RALEIGH (MCT) — Work is starting on a project to open up the Triangle's worst rush-hour bottleneck — Interstate 40 in West Raleigh — and to remove the often-confusing "Inner" and "Outer" Beltline signs.
I-40, which is four lanes wide between Wade Avenue and U.S. 1/64 in Cary, will get 50 percent fatter as two new lanes are carved out of the wide, grassy median. Most construction will take place at night, and no lanes will be closed during the day.
Extra work to be performed at the same time will prepare the way for the six-lane freeway's inevitable expansion, years from now, to eight lanes. The N.C. Department of Transportation says it doesn't have enough money for the full eight-lane treatment now.
Meanwhile, Raleigh's Beltline will lose all signs that mark the clockwise lanes as "Inner" and the counterclockwise lanes as "Outer." In fact, all signs referring to the "Beltline" itself will go away, too.
Instead, the state DOT will divide our no-name circuit into two pieces, each to be identified by an interstate number:
I-40 is often clogged at rush hour as it carries 140,000 cars and trucks around West Raleigh each day. Commuters will notice some daytime work on the roadside and in the median, but lane closings will be allowed only after 9 p.m.

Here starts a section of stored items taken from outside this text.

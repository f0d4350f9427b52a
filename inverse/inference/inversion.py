"""The problem: a stack, a measurement and a trace, or several of them with shared unknowns."""

from __future__ import annotations

from collections.abc import Mapping, Sequence
from typing import TYPE_CHECKING, Any

import numpy as np
from numpy.typing import NDArray

from inverse.description.arguments import checked_delay, checked_seed
from inverse.description.pumpprobe import PumpProbe
from inverse.description.quantities import quantity
from inverse.description.sample.optic_slots import eliminated_numbers
from inverse.description.sample.stack import Stack
from inverse.description.unknowns import prior_text
from inverse.inference.mcmc.sampling import problem_hash, sample_posterior
from inverse.inference.minima.least_squares import least_squares
from inverse.inference.problem.parameters import parameters
from inverse.inference.problem.posterior import Member, Posterior
from inverse.inference.problem.trace_problem import trace_member
from inverse.inference.result import result_tree

if TYPE_CHECKING:
    import xarray as xr

    from inverse.inference.mcmc.ensembles import EnsembleRun
    from inverse.inference.minima.least_squares import Fit

__all__ = ["Inversion"]

Array = NDArray[np.float64]


class Inversion:
    """A trace to be explained by a stack.

    Parameters
    ----------
    stack : Stack
    setup : PumpProbe
    trace : xarray.Dataset
        As `read_trace` gives it: ``reflectance_change`` and/or ``optical_phase`` on ``delay``.
    time_zero : float, frozen scipy.stats distribution or Unknown, optional
        ps. By default a normal prior from the rising edge of the trace.
    mask : "overlap", None, (float, float) or bool array
        ``"overlap"`` leaves out the pulse overlap and the 2.5 ps after it; a pair leaves out the delays between
        two times relative to time zero; an array is True where a delay is fitted; None fits all.
    noise : {"correlated", "white", "student"} or mapping
        Noise model: white noise and a correlated discrepancy; white noise alone; or, where some delays are outliers,
        the correlated model with white noise of Student's t distribution (approximate, see
        `inverse.inference.problem.robust`). Or a mapping of ``white``, ``discrepancy``, ``correlation_time`` to
        priors that replace the defaults of the correlated model. Standard errors of repeated scans in the trace set the
        white noise per delay (`inverse.inference.problem.scans`).

    Raises
    ------
    ValueError
        If a constant is missing, the trace is not usable, or an argument is not of these kinds.

    Notes
    -----
    The strain- and thermo-optic coefficients (one complex pair per material), the scale of the trace and a
    baseline per channel enter linearly and are eliminated in closed form with stated Gaussian priors: numbers given
    for ``dn_dstrain`` and ``dn_dT`` are for `simulate`; only a pair with a prior in it takes part in a fit.
    """

    def __init__(
        self,
        stack: Stack,
        setup: PumpProbe,
        trace: xr.Dataset,
        *,
        time_zero: Any = None,
        mask: Any = "overlap",
        noise: Any = "correlated",
    ) -> None:
        member, priors, fields, shared = trace_member(stack, setup, trace, time_zero, mask, noise)
        self._assemble([member], priors, fields)
        self.shared = shared
        self.stack, self.setup, self.trace = stack, setup, trace
        self.arguments = {"time_zero": time_zero, "mask": mask, "noise": noise}
        self.parts: tuple[Inversion, ...] = (self,)

    @classmethod
    def joint(cls, inversions: Sequence[Inversion], labels: Sequence[str] | None = None) -> Inversion:
        """Join problems; the same `Unknown` (or its name) in several is one unknown of all.

        Parameters
        ----------
        inversions : sequence of Inversion
        labels : sequence of str, optional
            Prefix of each problem's own unknowns: ``label:Al.thickness``. By default 1, 2, ...

        Raises
        ------
        ValueError
            If there is nothing to join, labels repeat, or one name has two priors.
        """
        if isinstance(inversions, Inversion):
            raise ValueError("joint takes a sequence of Inversion, such as [a, b], and got one alone.")
        inversions = list(inversions)
        for given in inversions:
            if not isinstance(given, Inversion):
                raise ValueError(
                    f"joint takes a sequence of Inversion, and got a {type(given).__name__} in it."
                )
        parts = [p for i in inversions for p in i.parts]
        labels = [str(i + 1) for i in range(len(parts))] if labels is None else list(labels)
        if len(parts) < 2 or len(set(labels)) != len(parts):
            raise ValueError(
                f"joint got {len(parts)} problems and labels {labels}; give two or more, one label each."
            )
        members, priors, fields = _join(parts, labels)
        joined = cls.__new__(cls)
        joined._assemble(members, priors, fields)
        joined.shared = frozenset(name for part in parts for name in part.shared)
        joined.parts = tuple(parts)
        return joined

    def _assemble(
        self, members: Sequence[Member], priors: Mapping[str, Any], fields: Mapping[str, str]
    ) -> None:
        limits = [quantity(fields[name]) for name in priors]
        self.fields = dict(fields)
        self.posterior = Posterior(
            parameters(priors),
            tuple(members),
            np.array([q.low for q in limits]),
            np.array([q.high for q in limits]),
        )

    def __repr__(self) -> str:
        """Say what is explained by what, and the priors."""
        noise = len(self.noise_names)
        head = f"Inversion of {' and '.join(map(_described, self.parts))}: {len(self.names)} unknowns, {noise} of noise"
        width = max(map(len, self.names))
        units = {name: "" if unit == "1" else f" {unit}" for name, unit in self.units.items()}
        rows = (f"  {name:{width}}  {prior_text(p)}{units[name]}" for name, p in self.priors.items())
        return "\n".join([head, *rows])

    @property
    def names(self) -> tuple[str, ...]:
        """Names of the unknowns, in the order of every array of values."""
        return self.posterior.parameters.names

    @property
    def priors(self) -> dict[str, Any]:
        """Priors by name."""
        return dict(zip(self.names, self.posterior.parameters.priors, strict=True))

    @property
    def units(self) -> dict[str, str]:
        """Units by name."""
        out = {name: quantity(field).unit for name, field in self.fields.items()}
        for member in self.posterior.members:
            for channel in member.model.channels:
                for key in ("white", "discrepancy"):
                    if channel.prefix + key in member.names:
                        out[member.names[channel.prefix + key]] = channel.unit
        return out

    @property
    def noise_names(self) -> tuple[str, ...]:
        """Names of the unknowns that describe the noise."""
        return tuple(n for n in self.names if self.fields[n].startswith("noise."))

    def log_prob(self, values: Any) -> Array:
        """Return the log posterior density.

        Parameters
        ----------
        values : array, shape (n, unknowns)
            In `names` order and public units.

        Returns
        -------
        array, shape (n,)
            Minus infinity where impossible: outside a prior's support or a quantity's range, or not a number.

        Raises
        ------
        ValueError
            If the shape is wrong.
        """
        return self.posterior.log_prob(self._checked(values))

    def predict(self, values: Any, delay: Any = None, *, seed: int | None = None) -> xr.Dataset:
        """Return the traces that values predict, linear coefficients at their conditional mean.

        Parameters
        ----------
        values : array, shape (n, unknowns)
        delay : array, optional
            ps; by default the trace's.
        seed : int, optional
            Draw the coefficients from their conditional distribution instead.

        Returns
        -------
        xarray.Dataset
            Channels on (sample, delay).

        Raises
        ------
        ValueError
            If the shape is wrong, a value is impossible under its prior, there is no delay, or the problem is joint
            (predict its parts).
        """
        import xarray as xr

        if len(self.posterior.members) > 1:
            raise ValueError("predict takes a problem of one trace; use it on each of joint.parts.")
        member = self.posterior.members[0]
        named = member.local(self.posterior.parameters.named(self._possible(values)))
        found = member.model.eliminated(named)
        weights = found.mean if seed is None else found.draw(np.random.default_rng(checked_seed(seed)))
        delay = member.model.delay if delay is None else checked_delay(delay)
        traces = member.model.predict(named, weights, delay)
        units = {c.name: c.unit for c in member.model.channels}
        return xr.Dataset(
            {name: (("sample", "delay"), rows, {"units": units[name]}) for name, rows in traces.items()},
            coords={"delay": ("delay", delay, {"units": "ps"})},
        )

    least_squares = least_squares
    sample_posterior = sample_posterior

    def fingerprint(self) -> str:
        """Return a hash of data, model and priors, for checkpoints."""
        return problem_hash(self)

    def noise_warnings(self, values: Any, *, seed: int = 0) -> list[str]:
        """Say where the residuals at draws of the posterior do not look like the noise of the noise model.

        Parameters
        ----------
        values : array, shape (draws, unknowns)
            Of which up to 100 are used.
        seed : int

        Returns
        -------
        list of str
            One sentence per problem.
        """
        from inverse.inference.checks.model_checks import noise_warnings

        return noise_warnings(self, self._checked(values), seed=seed)

    def result(self, run: EnsembleRun, seed: int, fit: Fit, *, checks: bool = True) -> xr.DataTree:
        """Put a finished run into a DataTree, with its minima and, if there are to be checks, warnings.

        Warnings tell which unknowns the data press against an end of their prior, where the residuals are not the noise
        assumed, which eliminated coefficients lie far out in their
        priors, and which fixed constants outweigh an interval.
        """
        from inverse.inference.checks.basins import minima_record
        from inverse.inference.checks.budget import weigh_constants
        from inverse.inference.checks.coefficients import coefficient_warnings
        from inverse.inference.checks.edges import edge_warnings

        warnings: list[str] = []
        shares: dict[str, float] = {}
        if checks:
            values = self.posterior.parameters.to_values(run.chain.reshape(-1, len(self.names)))
            heavy, shares = weigh_constants(self, fit)
            warnings = [
                *edge_warnings(self, values),
                *self.noise_warnings(values, seed=seed),
                *coefficient_warnings(self, fit.values),
                *heavy,
            ]
            numbers = (text for part in self.parts for text in eliminated_numbers(part.stack))
            warnings += dict.fromkeys(numbers)
        notes = {"minima": minima_record(fit), "warnings": warnings, "constant_shares": shares}
        return result_tree(self, run, seed, notes)

    def _checked(self, values: Any) -> Array:
        try:
            array = np.atleast_2d(np.asarray(values, dtype=float))
        except (TypeError, ValueError):
            raise ValueError(
                f"values is a {type(values).__name__} that is not an array of numbers; give one of shape "
                f"(n, {len(self.names)}) in the order {', '.join(self.names)}."
            ) from None
        if array.ndim != 2 or array.shape[1] != len(self.names):
            raise ValueError(
                f"values has shape {np.shape(values)}; give (n, {len(self.names)}) in the order "
                f"{', '.join(self.names)}."
            )
        return array

    def _possible(self, values: Any) -> Array:
        array = self._checked(values)
        outside = np.argwhere(~self.posterior.possible(array))
        if outside.size:
            row, column = outside[0]
            name = self.names[column]
            low, high = self.priors[name].support()
            low = max(low, self.posterior.low[column])
            high = min(high, self.posterior.high[column])
            raise ValueError(
                f"{name} = {array[row, column]:g} in row {row} of values is impossible: its prior goes from {low:g} "
                f"to {high:g} {self.units[name]}. Give values inside, or a wider prior."
            )
        return array


def _described(part: Inversion) -> str:
    channels = " and ".join(channel.name for channel in part.posterior.members[0].model.channels)
    return f"{part.stack}, {part.trace.sizes['delay']} delays of {channels}"


def _join(
    parts: Sequence[Inversion], labels: Sequence[str]
) -> tuple[list[Member], dict[str, Any], dict[str, str]]:
    """Rename what is a problem's own; an unknown made by `Unknown` keeps its name and is shared."""
    members: list[Member] = []
    priors: dict[str, Any] = {}
    fields: dict[str, str] = {}
    for part, label in zip(parts, labels, strict=True):
        (member,) = part.posterior.members
        outer = {name: name if name in part.shared else f"{label}:{name}" for name in part.names}
        for name, prior in part.priors.items():
            if outer[name] in priors and priors[outer[name]] is not prior:
                raise ValueError(
                    f"The shared unknown '{outer[name]}' has two priors; use one Unknown object in all problems."
                )
            priors[outer[name]], fields[outer[name]] = prior, part.fields[name]
        names = {inner: outer[name] for inner, name in member.names.items()}
        members.append(Member(member.model, label, names, member.fixed))
    return members, priors, fields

While expanding I-40 to six lanes, the DOT will add 12-foot shoulders that can be converted to traffic lanes in subsequent years. New bridges will be made wide enough to accommodate future expansion to eight lanes.
David B. Moore, a DOT engineer overseeing construction, said the 23-month project includes improvements that should alleviate confusion for eastbound commuters at the Wade Avenue exit.
Better signs will steer I-40 traffic to the three left lanes. Drivers entering the flow from nearby Harrison Avenue will have the option to head straight for Wade Avenue, without mingling with I-40 traffic.
S.T. Wooten Corp. of Wilson won the $49 million contract in a design-build competition -- but it was not the low bidder. Lane Construction Corp. of Cheshire, Conn., offered to do the work for $47.5 million.
The DOT usually designs a project and hires the low bidder to build it. But when design work is included in the contract, other factors are weighed along with the price.
Wooten overcame Lane's $1.5 million edge with a promise to finish the work nearly five months sooner -- in June 2011 instead of November 2011 -- and a plan to reduce disruptive truck traffic and lane closings.
Most construction will take place on the median. Normally, that would require closing the inner lanes frequently to make way for dump trucks and heavy machines that move slowly in and out of the work space.
Instead, Wooten will use elevated conveyor belts to move rocks and asphalt from the side of the highway to the median, passing over the heads of drivers. The DOT figures this will eliminate the need for about 12,000 truckload trips and more than 200 lane closings.
''Basically, that will make it safer for the driving public, too," Moore said, "because you're not having to stop or slow down for all those dump trucks."